EXERCISE GOAL:
Your answer must consist of exactly the lines below, starting with the line with "from geometry.sides import within_sides" and going on through the line with "distance = hausdorff(new.curve, old.curve, max(_WIDTH", and nothing else.

[Start of Attachment]

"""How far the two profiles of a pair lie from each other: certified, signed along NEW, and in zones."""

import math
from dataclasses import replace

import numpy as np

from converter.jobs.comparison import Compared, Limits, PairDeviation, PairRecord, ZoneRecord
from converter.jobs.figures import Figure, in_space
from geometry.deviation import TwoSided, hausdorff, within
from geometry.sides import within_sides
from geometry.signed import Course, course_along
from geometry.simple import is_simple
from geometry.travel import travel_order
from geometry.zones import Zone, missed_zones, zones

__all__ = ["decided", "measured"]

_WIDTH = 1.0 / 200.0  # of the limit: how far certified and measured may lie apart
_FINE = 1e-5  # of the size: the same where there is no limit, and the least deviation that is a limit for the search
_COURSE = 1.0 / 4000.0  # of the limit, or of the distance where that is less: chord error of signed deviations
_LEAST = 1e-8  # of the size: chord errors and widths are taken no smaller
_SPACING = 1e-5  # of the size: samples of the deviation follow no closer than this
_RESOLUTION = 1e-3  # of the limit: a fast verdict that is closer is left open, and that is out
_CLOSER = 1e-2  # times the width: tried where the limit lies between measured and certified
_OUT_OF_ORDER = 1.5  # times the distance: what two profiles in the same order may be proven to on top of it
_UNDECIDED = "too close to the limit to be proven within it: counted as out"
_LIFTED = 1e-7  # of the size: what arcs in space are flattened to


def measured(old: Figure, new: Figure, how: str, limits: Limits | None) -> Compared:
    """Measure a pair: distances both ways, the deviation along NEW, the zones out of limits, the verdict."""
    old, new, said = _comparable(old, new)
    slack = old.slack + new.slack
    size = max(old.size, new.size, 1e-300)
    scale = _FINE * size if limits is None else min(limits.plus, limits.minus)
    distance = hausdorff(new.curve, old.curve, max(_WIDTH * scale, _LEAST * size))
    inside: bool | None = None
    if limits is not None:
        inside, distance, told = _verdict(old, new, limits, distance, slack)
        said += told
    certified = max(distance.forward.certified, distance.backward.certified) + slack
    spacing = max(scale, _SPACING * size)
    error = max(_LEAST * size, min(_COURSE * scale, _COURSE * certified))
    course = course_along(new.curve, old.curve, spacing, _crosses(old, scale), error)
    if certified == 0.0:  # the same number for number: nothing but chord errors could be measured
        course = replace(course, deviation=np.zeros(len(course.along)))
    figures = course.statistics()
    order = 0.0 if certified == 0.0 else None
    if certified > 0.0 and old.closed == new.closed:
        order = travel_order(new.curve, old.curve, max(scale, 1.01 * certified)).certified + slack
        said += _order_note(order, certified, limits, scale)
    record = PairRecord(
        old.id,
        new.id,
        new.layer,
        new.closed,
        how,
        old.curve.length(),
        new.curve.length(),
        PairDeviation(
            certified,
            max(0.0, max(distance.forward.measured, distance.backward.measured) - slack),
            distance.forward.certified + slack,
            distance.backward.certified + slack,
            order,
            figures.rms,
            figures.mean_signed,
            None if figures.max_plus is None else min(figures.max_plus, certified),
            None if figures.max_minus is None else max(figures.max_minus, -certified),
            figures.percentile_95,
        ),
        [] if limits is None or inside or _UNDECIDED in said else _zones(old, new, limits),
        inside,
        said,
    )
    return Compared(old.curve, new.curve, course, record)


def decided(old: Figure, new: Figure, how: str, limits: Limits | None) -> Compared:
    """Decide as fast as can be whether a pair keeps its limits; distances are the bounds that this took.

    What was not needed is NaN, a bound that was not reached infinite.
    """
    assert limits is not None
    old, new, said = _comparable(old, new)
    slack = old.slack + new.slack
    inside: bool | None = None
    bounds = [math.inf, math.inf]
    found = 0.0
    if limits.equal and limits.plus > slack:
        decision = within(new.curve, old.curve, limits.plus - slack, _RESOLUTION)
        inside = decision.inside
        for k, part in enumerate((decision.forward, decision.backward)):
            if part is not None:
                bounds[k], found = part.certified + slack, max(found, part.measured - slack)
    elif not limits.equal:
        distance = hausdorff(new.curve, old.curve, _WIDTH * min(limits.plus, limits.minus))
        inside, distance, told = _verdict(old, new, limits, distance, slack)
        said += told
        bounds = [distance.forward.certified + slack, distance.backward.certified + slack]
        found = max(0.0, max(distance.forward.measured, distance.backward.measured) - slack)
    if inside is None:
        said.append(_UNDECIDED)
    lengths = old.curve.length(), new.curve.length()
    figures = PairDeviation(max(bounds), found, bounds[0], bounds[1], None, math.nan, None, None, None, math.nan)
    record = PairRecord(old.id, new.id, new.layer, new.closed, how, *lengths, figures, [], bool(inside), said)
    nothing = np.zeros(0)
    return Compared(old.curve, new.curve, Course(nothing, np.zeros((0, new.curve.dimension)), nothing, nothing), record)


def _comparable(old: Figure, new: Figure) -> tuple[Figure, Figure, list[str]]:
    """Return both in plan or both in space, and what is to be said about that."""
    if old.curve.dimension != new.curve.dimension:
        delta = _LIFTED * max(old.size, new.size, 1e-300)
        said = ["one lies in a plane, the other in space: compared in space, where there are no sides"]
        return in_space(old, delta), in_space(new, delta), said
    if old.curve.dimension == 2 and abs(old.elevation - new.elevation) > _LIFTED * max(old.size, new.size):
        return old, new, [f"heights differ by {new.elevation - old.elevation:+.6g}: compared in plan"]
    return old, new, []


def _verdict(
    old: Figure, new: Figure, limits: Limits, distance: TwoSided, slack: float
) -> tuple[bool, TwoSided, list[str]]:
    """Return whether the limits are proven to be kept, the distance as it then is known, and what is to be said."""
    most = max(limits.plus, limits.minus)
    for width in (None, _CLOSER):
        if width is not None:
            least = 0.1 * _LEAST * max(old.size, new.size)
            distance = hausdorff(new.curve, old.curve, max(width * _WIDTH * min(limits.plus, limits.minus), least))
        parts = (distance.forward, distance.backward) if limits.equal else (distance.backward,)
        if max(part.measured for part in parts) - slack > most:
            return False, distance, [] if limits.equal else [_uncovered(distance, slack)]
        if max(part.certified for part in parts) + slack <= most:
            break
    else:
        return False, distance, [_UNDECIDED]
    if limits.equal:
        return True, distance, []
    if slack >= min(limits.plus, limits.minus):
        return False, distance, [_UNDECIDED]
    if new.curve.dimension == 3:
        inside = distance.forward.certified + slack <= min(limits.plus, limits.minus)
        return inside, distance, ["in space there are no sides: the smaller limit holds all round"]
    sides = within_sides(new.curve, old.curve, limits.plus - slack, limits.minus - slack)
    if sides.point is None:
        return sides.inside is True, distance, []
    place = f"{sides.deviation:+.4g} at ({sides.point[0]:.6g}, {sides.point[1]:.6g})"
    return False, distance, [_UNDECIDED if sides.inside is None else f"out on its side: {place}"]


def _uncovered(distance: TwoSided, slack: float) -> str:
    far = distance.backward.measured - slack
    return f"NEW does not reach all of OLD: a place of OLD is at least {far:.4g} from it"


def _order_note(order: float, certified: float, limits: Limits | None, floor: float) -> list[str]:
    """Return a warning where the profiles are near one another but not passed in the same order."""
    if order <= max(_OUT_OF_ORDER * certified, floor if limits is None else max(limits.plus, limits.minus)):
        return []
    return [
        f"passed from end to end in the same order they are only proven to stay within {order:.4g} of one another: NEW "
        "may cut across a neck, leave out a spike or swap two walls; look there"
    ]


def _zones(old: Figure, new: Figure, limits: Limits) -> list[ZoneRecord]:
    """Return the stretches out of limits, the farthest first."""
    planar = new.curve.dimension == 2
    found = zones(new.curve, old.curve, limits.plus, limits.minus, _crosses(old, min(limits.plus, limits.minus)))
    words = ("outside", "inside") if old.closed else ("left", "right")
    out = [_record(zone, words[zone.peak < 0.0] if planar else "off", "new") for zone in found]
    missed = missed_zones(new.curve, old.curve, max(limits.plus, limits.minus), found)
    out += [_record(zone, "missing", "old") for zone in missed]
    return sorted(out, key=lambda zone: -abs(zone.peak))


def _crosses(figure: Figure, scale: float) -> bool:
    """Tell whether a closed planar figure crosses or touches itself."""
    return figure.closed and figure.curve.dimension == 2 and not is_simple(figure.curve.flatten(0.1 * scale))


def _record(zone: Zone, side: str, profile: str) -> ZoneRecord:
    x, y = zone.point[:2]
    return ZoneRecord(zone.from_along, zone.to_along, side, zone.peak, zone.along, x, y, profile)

[End of Attachment]

ANSWER SPACE:
from geometry.sides import within_sides
from geometry.signed import Course, course_along
from geometry.simple import is_simple
from geometry.travel import travel_order
from geometry.zones import Zone, missed_zones, zones

__all__ = ["decided", "measured"]

_WIDTH = 1.0 / 200.0  # of the limit: how far certified and measured may lie apart
_FINE = 1e-5  # of the size: the same where there is no limit, and the least deviation that is a limit for the search
_COURSE = 1.0 / 4000.0  # of the limit, or of the distance where that is less: chord error of signed deviations
_LEAST = 1e-8  # of the size: chord errors and widths are taken no smaller
_SPACING = 1e-5  # of the size: samples of the deviation follow no closer than this
_RESOLUTION = 1e-3  # of the limit: a fast verdict that is closer is left open, and that is out
_CLOSER = 1e-2  # times the width: tried where the limit lies between measured and certified
_OUT_OF_ORDER = 1.5  # times the distance: what two profiles in the same order may be proven to on top of it
_UNDECIDED = "too close to the limit to be proven within it: counted as out"
_LIFTED = 1e-7  # of the size: what arcs in space are flattened to


def measured(old: Figure, new: Figure, how: str, limits: Limits | None) -> Compared:
    """Measure a pair: distances both ways, the deviation along NEW, the zones out of limits, the verdict."""
    old, new, said = _comparable(old, new)
    slack = old.slack + new.slack
    size = max(old.size, new.size, 1e-300)
    scale = _FINE * size if limits is None else min(limits.plus, limits.minus)
    distance = hausdorff(new.curve, old.curve, max(_WIDTH * scale, _LEAST * size))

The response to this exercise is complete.